Note that when there are multiple addresses at the same point and I can't combine them into one street address, I change the code to generate .osm files with multiple distinct points on top of each other. I am aware that this will cause validation errors in JOSM, but that's exactly what I am hoping for... those overlapping addresses can only be dealt-with by human oversight, so the JOSM validation error will force people to fix those problems before they import.

I'm having an interesting discussion with @darrell over in the pdxbuildingimport repo, where they're having similar problems. Now I'm thinking that instead of writing out nodes on top of each other, we should nudge the nodes a tiny bit part, just so they're easier to work with in JOSM. Potentially we can also add FIXME tags to these nodes, to indicate that the person doing the manual import should take a look.

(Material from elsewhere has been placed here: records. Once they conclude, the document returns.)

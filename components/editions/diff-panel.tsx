"use client";

import { useState } from "react";
import { Button } from "@/components/ui/button";
import { Select } from "@/components/ui/field";
import { ApiError, apiFetch } from "@/lib/client/api";
import { type DownloadLink, type EditionDiff, type EditionSummary, editionsUrl } from "./api";

const changeTone = { added: "text-pine-700", removed: "text-alarm-700", relabelled: "text-amber-700" } as const;

/** Pick two published editions and see what changed between them. */
export function DiffPanel({ projectId, editions }: { projectId: number; editions: EditionSummary[] }) {
  const done = editions.filter((e) => e.status === "succeeded");
  const [toPick, setTo] = useState<number | null>(null);
  const [fromPick, setFrom] = useState<number | null>(null);
  const to = toPick ?? done[0]?.id ?? null;
  const from = fromPick ?? done[1]?.id ?? null;
  const [diff, setDiff] = useState<EditionDiff | null>(null);
  const [busy, setBusy] = useState(false);
  const [error, setError] = useState<string | null>(null);

  if (done.length < 2) return <p className="text-sm text-ink-soft">Publish a second edition to compare it with the first.</p>;
  const base = `${editionsUrl(projectId)}/${to}/diff?against=${from}`;

  async function compare() {
    setBusy(true);
    setError(null);
    try {
      setDiff((await apiFetch<{ data: EditionDiff }>(base)).data);
    } catch (e) {
      setError(e instanceof ApiError ? e.message : "The comparison failed.");
    } finally {
      setBusy(false);
    }
  }
  async function downloadList() {
    try {
      window.location.assign((await apiFetch<DownloadLink>(`${base}&format=csv`)).url);
    } catch (e) {
      setError(e instanceof ApiError ? e.message : "The list could not be made.");
    }
  }

  const pick = (value: number | null, set: (n: number) => void, label: string) => (
    <label className="text-xs font-semibold text-ink-soft">
      {label}
      <Select value={value ?? ""} onChange={(e) => { set(Number(e.target.value)); setDiff(null); }} aria-label={label}>
        {done.map((e) => (
          <option key={e.id} value={e.id}>Edition {e.number}</option>
        ))}
      </Select>
    </label>
  );

  return (
    <div className="space-y-4">
      <div className="flex flex-wrap items-end gap-3">
        {pick(from, setFrom, "From")}
        {pick(to, setTo, "To")}
        <Button onClick={() => void compare()} disabled={busy || from === to}>{busy ? "Comparing…" : "Compare"}</Button>
      </div>
      {error ? <p role="alert" className="text-sm text-alarm-700">{error}</p> : null}
      {diff ? (
        <div className="space-y-3">
          <div className="flex flex-wrap gap-3 text-sm" aria-label="Changes">
            {(["added", "removed", "relabelled"] as const).map((k) => (
              <span key={k} className="rounded-md border border-line bg-paper px-3 py-1.5">
                <span className={`text-lg font-extrabold tabular-nums ${changeTone[k]}`}>{diff.counts[k].toLocaleString("en")}</span> <span className="text-ink-soft">{k}</span>
              </span>
            ))}
            <span className="rounded-md border border-line bg-paper px-3 py-1.5 text-ink-soft">
              <span className="text-lg font-extrabold tabular-nums text-ink">{diff.counts.unchanged.toLocaleString("en")}</span> unchanged
            </span>
          </div>
          {diff.changes.length ? (
            <table className="w-full text-left text-sm">
              <thead className="text-xs uppercase tracking-wide text-ink-soft">
                <tr><th className="py-1.5">Item</th><th>Change</th><th>Edition {diff.from.number}</th><th>Edition {diff.to.number}</th></tr>
              </thead>
              <tbody>
                {diff.changes.map((c) => (
                  <tr key={c.externalId} className="border-t border-line">
                    <td className="py-1 font-mono text-xs">{c.externalId}</td>
                    <td className={`font-semibold ${changeTone[c.change]}`}>{c.change}</td>
                    <td>{c.before ? (c.before.label ?? "disputed") : "—"}</td>
                    <td>{c.after ? (c.after.label ?? "disputed") : "—"}</td>
                  </tr>
                ))}
              </tbody>
            </table>
          ) : (
            <p className="text-sm text-ink-soft">The two editions hold the same items with the same labels.</p>
          )}
          {diff.truncated ? <p className="text-xs text-ink-faint">Showing the first {diff.changes.length} changes; the CSV has them all.</p> : null}
          <Button variant="secondary" size="sm" onClick={() => void downloadList()}>Download the list of changes (CSV)</Button>
        </div>
      ) : null}
    </div>
  );
}
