// Membership rules against the real database (no mocks).
import { and, eq } from "drizzle-orm";
import { describe, expect, it } from "vitest";
import { db } from "@/db";
import { acceptInvitation, inviteMember, removeMember, setMemberRole } from "@/db/queries/members";
import { createProject, updateProjectSettings } from "@/db/queries/projects";
import { createToken, revokeToken } from "@/db/queries/tokens";
import { updateUserByAdmin } from "@/db/queries/users";
import { auditLog, invitations, knnState, projectMembers, users } from "@/db/schema";
import { hashSecret } from "@/lib/auth/tokens";
import { AppError } from "@/lib/errors";
import { makeUser } from "../../support/fixtures";

async function newProject(ownerId: string) {
  return createProject({ ownerId, name: "Membership rules", description: "", classes: [{ name: "x", colour: "#2f7f86" }, { name: "y", colour: "#c8922a" }], settings: {} });
}

describe("membership rules", () => {
  it("a project always keeps one owner", async () => {
    const owner = await makeUser();
    const project = await newProject(owner.id);
    await expect(setMemberRole({ projectId: project.id, userId: owner.id, role: "viewer", actorId: owner.id })).rejects.toMatchObject({ code: "conflict:last_owner" });
    await expect(removeMember({ projectId: project.id, userId: owner.id, actorId: owner.id })).rejects.toBeInstanceOf(AppError);
    const second = await makeUser();
    await setMemberRole({ projectId: project.id, userId: second.id, role: "owner", actorId: owner.id });
    await setMemberRole({ projectId: project.id, userId: owner.id, role: "reviewer", actorId: owner.id });
    const [row] = await db.select().from(projectMembers).where(and(eq(projectMembers.projectId, project.id), eq(projectMembers.userId, owner.id)));
    expect(row.role).toBe("reviewer");
  });

  it("role changes are audit-logged with before and after", async () => {
    const owner = await makeUser();
    const project = await newProject(owner.id);
    const u = await makeUser();
    await setMemberRole({ projectId: project.id, userId: u.id, role: "annotator", actorId: owner.id });
    await setMemberRole({ projectId: project.id, userId: u.id, role: "reviewer", actorId: owner.id });
    const rows = await db.select().from(auditLog).where(and(eq(auditLog.projectId, project.id), eq(auditLog.targetId, u.id)));
    const change = rows.find((r) => r.action === "member.role_change");
    expect(change?.before).toEqual({ role: "annotator" });
    expect(change?.after).toEqual({ role: "reviewer" });
  });

  it("an invitation to an unknown e-mail creates the account on accepting, once", async () => {
    const owner = await makeUser();
    const project = await newProject(owner.id);
    const email = `new-${Date.now()}@example.test`;
    await inviteMember({ projectId: project.id, email, role: "annotator", actor: { id: owner.id, name: owner.name, email: owner.email } });
    const [inv] = await db.select().from(invitations).where(eq(invitations.email, email));
    // The secret is only e-mailed; stand in a known one for the test.
    const secret = "known-secret-for-test-0001";
    await db.update(invitations).set({ tokenHash: hashSecret(secret) }).where(eq(invitations.id, inv.id));
    await expect(acceptInvitation({ secret })).rejects.toMatchObject({ code: "bad_request:account" });
    const result = await acceptInvitation({ secret, name: "New Person", password: "a-long-password" });
    expect(result.created).toBe(true);
    const [member] = await db.select().from(projectMembers).where(and(eq(projectMembers.projectId, project.id), eq(projectMembers.userId, result.userId)));
    expect(member.role).toBe("annotator");
    await expect(acceptInvitation({ secret, name: "Again", password: "a-long-password" })).rejects.toMatchObject({ code: "conflict:invitation" });
  });

  it("an invitation cannot be accepted by another signed-in account", async () => {
    const owner = await makeUser();
    const project = await newProject(owner.id);
    const invited = await makeUser();
    const intruder = await makeUser();
    await inviteMember({ projectId: project.id, email: invited.email, role: "viewer", actor: { id: owner.id, name: owner.name, email: owner.email } });
    const secret = "known-secret-for-test-0002";
    await db.update(invitations).set({ tokenHash: hashSecret(secret) }).where(eq(invitations.email, invited.email));
    await expect(acceptInvitation({ secret, signedInUserId: intruder.id })).rejects.toMatchObject({ code: "forbidden:invitation" });
  });

  it("inviting an existing member is refused", async () => {
    const owner = await makeUser();
    const project = await newProject(owner.id);
    await expect(inviteMember({ projectId: project.id, email: owner.email, role: "viewer", actor: { id: owner.id, name: owner.name, email: owner.email } })).rejects.toMatchObject({ code: "conflict:member" });
  });

  it("changing k or distance bumps the neighbour-state version and is audit-logged as a k-NN settings change", async () => {
    const owner = await makeUser();
    const project = await newProject(owner.id);
    const [before] = await db.select().from(knnState).where(eq(knnState.projectId, project.id));
    await updateProjectSettings({ projectId: project.id, actorId: owner.id, settings: { k: 11 } });
    const [after] = await db.select().from(knnState).where(eq(knnState.projectId, project.id));
    expect(after.version).toBe(before.version + 1);
    await updateProjectSettings({ projectId: project.id, actorId: owner.id, description: "only text" });
    const [same] = await db.select().from(knnState).where(eq(knnState.projectId, project.id));
    expect(same.version).toBe(after.version);
    const actions = (await db.select().from(auditLog).where(eq(auditLog.projectId, project.id))).map((r) => r.action);
    expect(actions).toContain("project.knn_settings");
  });

  it("tokens: secret returned once, only the hash stored; revocation audit-logged", async () => {
    const u = await makeUser();
    const t = await createToken({ userId: u.id, name: "pipeline" });
    expect(t.secret).toMatch(/^vcn_/);
    const stored = await db.select().from(auditLog).where(and(eq(auditLog.actorId, u.id), eq(auditLog.action, "token.create")));
    expect(JSON.stringify(stored)).not.toContain(t.secret);
    await revokeToken({ userId: u.id, tokenId: t.id });
    await expect(revokeToken({ userId: u.id, tokenId: t.id })).rejects.toMatchObject({ code: "not_found:token" });
  });

  it("admins cannot deactivate themselves; deactivation is recorded", async () => {
    const admin = await makeUser({ isAdmin: true });
    const u = await makeUser();
    await expect(updateUserByAdmin({ userId: admin.id, actorId: admin.id, deactivated: true })).rejects.toMatchObject({ code: "conflict:self" });
    await updateUserByAdmin({ userId: u.id, actorId: admin.id, deactivated: true });
    const [row] = await db.select().from(users).where(eq(users.id, u.id));
    expect(row.deactivatedAt).not.toBeNull();
  });
});
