"use client";

import { useEffect, useState } from "react";
import useSWR from "swr";
import { Card, EmptyState } from "@/components/ui/card";
import { fetcher } from "@/lib/client/api";
import { type EditionDetail, type EditionPage, editionsUrl, isBusy, when } from "./api";
import { DiffPanel } from "./diff-panel";
import { DownloadButtons } from "./download-buttons";
import { EditionList } from "./edition-list";
import { ManifestView } from "./manifest-view";
import { PublishForm } from "./publish-form";
import { StatusChip } from "./status-chip";

/** The Editions screen: publish (owners), the list with live status, one edition's manifest and files, and the diff. */
export function EditionsBoard({ projectId, canPublish }: { projectId: number; canPublish: boolean }) {
  const list = useSWR<EditionPage>(`${editionsUrl(projectId)}?limit=100`, fetcher, {
    refreshInterval: (d) => (d?.data.some(isBusy) ? 1000 : 0),
  });
  const editions = list.data?.data ?? [];
  const [picked, setPicked] = useState<number | null>(null);
  const selectedId = picked ?? editions[0]?.id ?? null;
  const selectedSummary = editions.find((e) => e.id === selectedId);
  const detail = useSWR<{ data: EditionDetail }>(selectedId ? `${editionsUrl(projectId)}/${selectedId}` : null, fetcher, {
    refreshInterval: (d) => (d && isBusy(d.data) ? 1000 : 0),
  });
  const shown = detail.data?.data;
  const listStatus = selectedSummary?.status;
  const { mutate } = detail;
  // The list polls; when it sees the selected edition change state, the detail fetches again.
  useEffect(() => {
    if (listStatus) void mutate();
  }, [listStatus, mutate]);

  return (
    <div className="space-y-6">
      {canPublish ? (
        <Card title="Publish an edition">
          <PublishForm
            projectId={projectId}
            nextNumber={(editions[0]?.number ?? 0) + 1}
            onPublished={(e) => {
              setPicked(e.id);
              void list.mutate();
            }}
          />
        </Card>
      ) : null}
      <Card title="Editions">
        {list.isLoading ? (
          <p className="text-sm text-ink-soft">Loading…</p>
        ) : editions.length === 0 ? (
          <EmptyState title="No editions yet">{canPublish ? "Publish the first one above: it freezes today's final labels into files you can hand over." : "The project owner has not published an edition yet."}</EmptyState>
        ) : (
          <EditionList editions={editions} selected={selectedId} onSelect={setPicked} />
        )}
      </Card>
      {shown ? (
        <Card
          title={`Edition ${shown.number}`}
          action={<StatusChip status={shown.status} />}
        >
          {shown.status === "succeeded" && shown.manifest ? (
            <div className="space-y-5">
              <DownloadButtons projectId={projectId} editionId={shown.id} />
              <ManifestView m={shown.manifest} />
            </div>
          ) : shown.status === "failed" ? (
            <p className="text-sm text-alarm-700">This edition could not be built: {shown.message ?? "unknown error"}. Publish again.</p>
          ) : (
            <p className="text-sm text-ink-soft" aria-live="polite">
              Freezing the labels as of {when(shown.createdAt)}… This page updates by itself, and the owner gets an e-mail when it is ready.
            </p>
          )}
        </Card>
      ) : null}
      <Card title="Compare editions">
        <DiffPanel projectId={projectId} editions={editions} />
      </Card>
    </div>
  );
}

the FIXME tags can be filtered on either JOSM or Merkaator, should we begin to prepare a list of issues to find during manual review? Two things come up to me, the address points (there may be address points already added) and existing buildings (do we replace the ones in OSM with the import?) I can help with this as I'm now a little more adept to working in github.

That's a good idea @cityhubla. I created a new issue #10 to track that. We definitely do not want to blindly replace the buildings already in OSM, because they're most likely more up-to-date than the county data we have available to us (from 2008).

This is still a live issue. In February (eb770f4) I was able to consolidate multiple addresses in to a single address, if they were all different unit numbers within an apartment building. But that still doesn't catch everything.

Currently, if we can't consolidate, we just export a bunch of address nodes on top of each other. See: https://github.com/osmlab/labuildings/blob/master/convert.py#L462-L474 That's not terrible, because the JOSM validator can catch that, but perhaps we can do something smarter.

In PDX, we take the coincident points and move them a little bit, so they're not totally overlapping, but still contained in the building.

Makes them easier to grab and manually move, too.

CREATE or REPLACE FUNCTION perturb_point(pt geometry) returns geometry AS $$
  DECLARE
    srid integer;
    offset_x double precision;
    offset_y double precision;
  BEGIN
    offset_y:=random()*0.00001;
    offset_x:=random()*0.00001;
    srid:=st_srid(pt);
    pt:=st_setsrid(st_makepoint(st_x(pt)+offset_x, st_y(pt)+offset_y), srid);
    RETURN pt;
  END;
$$ language plpgsql;

Closing. Let's re-open if we plan to import address in the future.